HOW TO COMPLETE THIS TASK -> Each entry must be written out again exactly as it stands.

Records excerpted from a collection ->
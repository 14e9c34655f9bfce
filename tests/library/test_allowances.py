"""Cards of typical values and the file of plausible bands: read whole, each row with its standing."""

from __future__ import annotations

from pathlib import Path

import pytest
from click.testing import CliRunner

from calcbook.commands.library import command
from calcbook.faults import Faults
from calcbook.library.cards import STANDINGS
from calcbook.library.plausibility import (
    ALLOWANCES,
    FOULING,
    OVERALL,
    allowance_cards,
    bands,
    emissivities,
    typical,
)

HOUR_FOOT = 0.176110  # 1 h ft2 F/Btu in m2 K/W, by its definition


def test_the_cards_and_their_rows_are_all_there() -> None:
    cards = allowance_cards()
    assert set(cards) == {path.stem for path in ALLOWANCES.glob("*.yaml")}
    assert {card: len(one.rows) for card, one in cards.items()} == {
        "fouling-gases": 11,
        "fouling-liquids": 8,
        "fouling-waters": 28,
        "typical-coefficients": 27,
    }
    assert len(bands()) == 37 and len(emissivities()) == 43


def test_every_row_has_a_range_a_publication_and_its_standing() -> None:
    for card in allowance_cards().values():
        assert card.far > 1.0
        assert {row.publication for row in card.rows} == set(card.sources), "a source that no row names"
        for row in card.rows:
            assert 0.0 < row.low <= row.high
            assert row.side and row.publication.cite and row.publication.standing in STANDINGS
    for band in bands().values():
        assert 0.0 < band.low < band.high and band.source and band.standing in STANDINGS
    for one in emissivities():
        low, _, high = one.emissivity.partition(" to ")
        assert 0.0 < float(low) <= float(high or low) <= 1.0 and one.standing in STANDINGS


def test_nothing_that_was_not_read_is_called_published() -> None:
    standings = {row.publication.standing for card in allowance_cards().values() for row in card.rows}
    assert standings == {"common practice", "from memory"}


def test_the_range_of_a_service_covers_its_publications_and_has_the_weakest_standing() -> None:
    # river water: 0.00035 to 0.0007 (two public tables), 0.0002 to 0.0006 (a textbook, from memory)
    river = typical(FOULING)["river water, average"]
    assert (river.low, river.high, river.standing) == (0.0002, 0.0007, "from memory")
    assert len(river.publications) == 3
    # treated cooling-tower water: both tables say 0.001 to 0.002 h ft2 F/Btu (common practice), rounded
    tower = typical(FOULING)["cooling tower water, treated"]
    assert tower.low == pytest.approx(0.001 * HOUR_FOOT, rel=0.03)
    assert tower.high == pytest.approx(0.002 * HOUR_FOOT, rel=0.01)
    assert tower.standing == "common practice"
    # steam condensers: the two tables disagree at the top, 6000 and 4000 W/(m2 K): both are covered
    condenser = typical(OVERALL)["steam condenser"]
    assert (condenser.low, condenser.high) == (1000.0, 6000.0)


def test_the_band_of_allowances_holds_every_typical_one() -> None:
    band = bands()["fouling allowance"]
    for usual in typical(FOULING).values():
        assert band.low < usual.low and usual.high < band.high


def test_typical_coefficients_of_a_pair_lie_within_its_band() -> None:
    by_service = {
        "gas to gas, atmospheric": "U of gas to gas",
        "gas to gas, high pressure": "U of gas to gas",
        "liquid to gas, atmospheric": "U of liquid to gas",
        "liquid to gas, high pressure": "U of liquid to gas",
        "water to air, finned": "U of liquid to gas",
        "water to water": "U of liquid to liquid",
        "water to oil": "U of liquid to liquid",
        "liquid to liquid, plates": "U of liquid to liquid",
        "steam condenser": "U of condensing to liquid",
        "feed water heater": "U of condensing to liquid",
        "steam to heavy fuel oil": "U of condensing to liquid",
        "steam to air, finned": "U of condensing to gas",
        "evaporator, forced circulation": "U with boiling",
    }
    for service, name in by_service.items():
        usual, band = typical(OVERALL)[service], bands()[name]
        assert band.low <= usual.low and usual.high <= band.high


@pytest.mark.parametrize(
    ("old", "new", "code"),
    [
        ("publication: 1", "publication: 4", "limit-source-unknown"),
        ("low: 0.0002 m^2 K/W, high: 0.0006", "low: 0.0008 m^2 K/W, high: 0.0006", "table-not-rising"),
        ("low: 0.0001 m^2 K/W", "low: 0.0001 W/(m^2 K)", "unit-dimension"),
        ("quantity: area resistance", "quantity: overall coeficient", "choice-unknown"),
        ("allowances: fouling-waters", "allowances: waters", "card-id-differs"),
        ("standing: from memory", "standing: hearsay", "choice-unknown"),
    ],
)
def test_a_bad_card_is_refused_with_its_place(tmp_path: Path, old: str, new: str, code: str) -> None:
    text = (ALLOWANCES / "fouling-waters.yaml").read_text(encoding="utf-8")
    assert old in text
    (tmp_path / "fouling-waters.yaml").write_text(text.replace(old, new, 1), encoding="utf-8")
    with pytest.raises(Faults) as caught:
        allowance_cards(tmp_path)
    assert code in {fault.code for fault in caught.value.faults}


def test_a_bad_band_is_refused(tmp_path: Path) -> None:
    path = tmp_path / "bands.yaml"
    path.write_text(
        "bands:\n  - {band: x, quantity: no such, place: a place, low: 1 m, high: 2 m, because: a trial,"
        " source: common practice, standing: common practice}\n",
        encoding="utf-8",
    )
    with pytest.raises(Faults) as caught:
        bands(path)
    assert caught.value.faults[0].code == "quantity-unknown"


@pytest.mark.parametrize(
    ("name", "lines"),
    [
        ("bands", ["tube bore", "4 to 80 mm", "velocity in admiralty tubes"]),
        (
            "allowances",
            ["cooling tower water, treated", "0.00018 to 0.00035 m²·K/W", "factor of 5", "steam condenser"],
        ),
        ("emissivities", ["steel, oxidised", "0.04 to 0.06", "from memory"]),
    ],
)
def test_the_library_shows_its_page(name: str, lines: list[str]) -> None:
    shown = CliRunner().invoke(command, [name])
    assert shown.exit_code == 0
    for line in lines:
        assert line in shown.output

ANSWER SECTION ->
repository 14e9c34655f9bfce
filename tests/library/test_allowances.py
"""Cards of typical values and the file of plausible bands: read whole, each row with its standing."""

from __future__ import annotations

from pathlib import Path

import pytest
from click.testing import CliRunner

from calcbook.commands.library import command
from calcbook.faults import Faults
from calcbook.library.cards import STANDINGS
from calcbook.library.plausibility import (
    ALLOWANCES,
    FOULING,
    OVERALL,
    allowance_cards,
    bands,
    emissivities,
    typical,
)

HOUR_FOOT = 0.176110  # 1 h ft2 F/Btu in m2 K/W, by its definition


def test_the_cards_and_their_rows_are_all_there() -> None:
    cards = allowance_cards()
    assert set(cards) == {path.stem for path in ALLOWANCES.glob("*.yaml")}
    assert {card: len(one.rows) for card, one in cards.items()} == {
        "fouling-gases": 11,
        "fouling-liquids": 8,
        "fouling-waters": 28,
        "typical-coefficients": 27,
    }
    assert len(bands()) == 37 and len(emissivities()) == 43


def test_every_row_has_a_range_a_publication_and_its_standing() -> None:
    for card in allowance_cards().values():
        assert card.far > 1.0
        assert {row.publication for row in card.rows} == set(card.sources), "a source that no row names"
        for row in card.rows:
            assert 0.0 < row.low <= row.high
            assert row.side and row.publication.cite and row.publication.standing in STANDINGS
    for band in bands().values():
        assert 0.0 < band.low < band.high and band.source and band.standing in STANDINGS
    for one in emissivities():
        low, _, high = one.emissivity.partition(" to ")
        assert 0.0 < float(low) <= float(high or low) <= 1.0 and one.standing in STANDINGS


def test_nothing_that_was_not_read_is_called_published() -> None:
    standings = {row.publication.standing for card in allowance_cards().values() for row in card.rows}
    assert standings == {"common practice", "from memory"}


def test_the_range_of_a_service_covers_its_publications_and_has_the_weakest_standing() -> None:
    # river water: 0.00035 to 0.0007 (two public tables), 0.0002 to 0.0006 (a textbook, from memory)
    river = typical(FOULING)["river water, average"]
    assert (river.low, river.high, river.standing) == (0.0002, 0.0007, "from memory")
    assert len(river.publications) == 3
    # treated cooling-tower water: both tables say 0.001 to 0.002 h ft2 F/Btu (common practice), rounded
    tower = typical(FOULING)["cooling tower water, treated"]
    assert tower.low == pytest.approx(0.001 * HOUR_FOOT, rel=0.03)
    assert tower.high == pytest.approx(0.002 * HOUR_FOOT, rel=0.01)
    assert tower.standing == "common practice"
    # steam condensers: the two tables disagree at the top, 6000 and 4000 W/(m2 K): both are covered
    condenser = typical(OVERALL)["steam condenser"]
    assert (condenser.low, condenser.high) == (1000.0, 6000.0)


def test_the_band_of_allowances_holds_every_typical_one() -> None:
    band = bands()["fouling allowance"]
    for usual in typical(FOULING).values():
        assert band.low < usual.low and usual.high < band.high


def test_typical_coefficients_of_a_pair_lie_within_its_band() -> None:
    by_service = {
        "gas to gas, atmospheric": "U of gas to gas",
        "gas to gas, high pressure": "U of gas to gas",
        "liquid to gas, atmospheric": "U of liquid to gas",
        "liquid to gas, high pressure": "U of liquid to gas",
        "water to air, finned": "U of liquid to gas",
        "water to water": "U of liquid to liquid",
        "water to oil": "U of liquid to liquid",
        "liquid to liquid, plates": "U of liquid to liquid",
        "steam condenser": "U of condensing to liquid",
        "feed water heater": "U of condensing to liquid",
        "steam to heavy fuel oil": "U of condensing to liquid",
        "steam to air, finned": "U of condensing to gas",
        "evaporator, forced circulation": "U with boiling",
    }
    for service, name in by_service.items():
        usual, band = typical(OVERALL)[service], bands()[name]
        assert band.low <= usual.low and usual.high <= band.high


@pytest.mark.parametrize(
    ("old", "new", "code"),
    [
        ("publication: 1", "publication: 4", "limit-source-unknown"),
        ("low: 0.0002 m^2 K/W, high: 0.0006", "low: 0.0008 m^2 K/W, high: 0.0006", "table-not-rising"),
        ("low: 0.0001 m^2 K/W", "low: 0.0001 W/(m^2 K)", "unit-dimension"),
        ("quantity: area resistance", "quantity: overall coeficient", "choice-unknown"),
        ("allowances: fouling-waters", "allowances: waters", "card-id-differs"),
        ("standing: from memory", "standing: hearsay", "choice-unknown"),
    ],
)
def test_a_bad_card_is_refused_with_its_place(tmp_path: Path, old: str, new: str, code: str) -> None:
    text = (ALLOWANCES / "fouling-waters.yaml").read_text(encoding="utf-8")
    assert old in text
    (tmp_path / "fouling-waters.yaml").write_text(text.replace(old, new, 1), encoding="utf-8")
    with pytest.raises(Faults) as caught:
        allowance_cards(tmp_path)
    assert code in {fault.code for fault in caught.value.faults}


def test_a_bad_band_is_refused(tmp_path: Path) -> None:
    path = tmp_path / "bands.yaml"
    path.write_text(
        "bands:\n  - {band: x, quantity: no such, place: a place, low: 1 m, high: 2 m, because: a trial,"
        " source: common practice, standing: common practice}\n",
        encoding="utf-8",
    )
    with pytest.raises(Faults) as caught:
        bands(path)
    assert caught.value.faults[0].code == "quantity-unknown"


@pytest.mark.parametrize(
    ("name", "lines"),
    [
        ("bands", ["tube bore", "4 to 80 mm", "velocity in admiralty tubes"]),
        (
            "allowances",
            ["cooling tower water, treated", "0.00018 to 0.00035 m²·K/W", "factor of 5", "steam condenser"],
        ),
        ("emissivities", ["steel, oxidised", "0.04 to 0.06", "from memory"]),
    ],
)
def test_the_library_shows_its_page(name: str, lines: list[str]) -> None:
    shown = CliRunner().invoke(command, [name])
    assert shown.exit_code == 0
    for line in lines:
        assert line in shown.output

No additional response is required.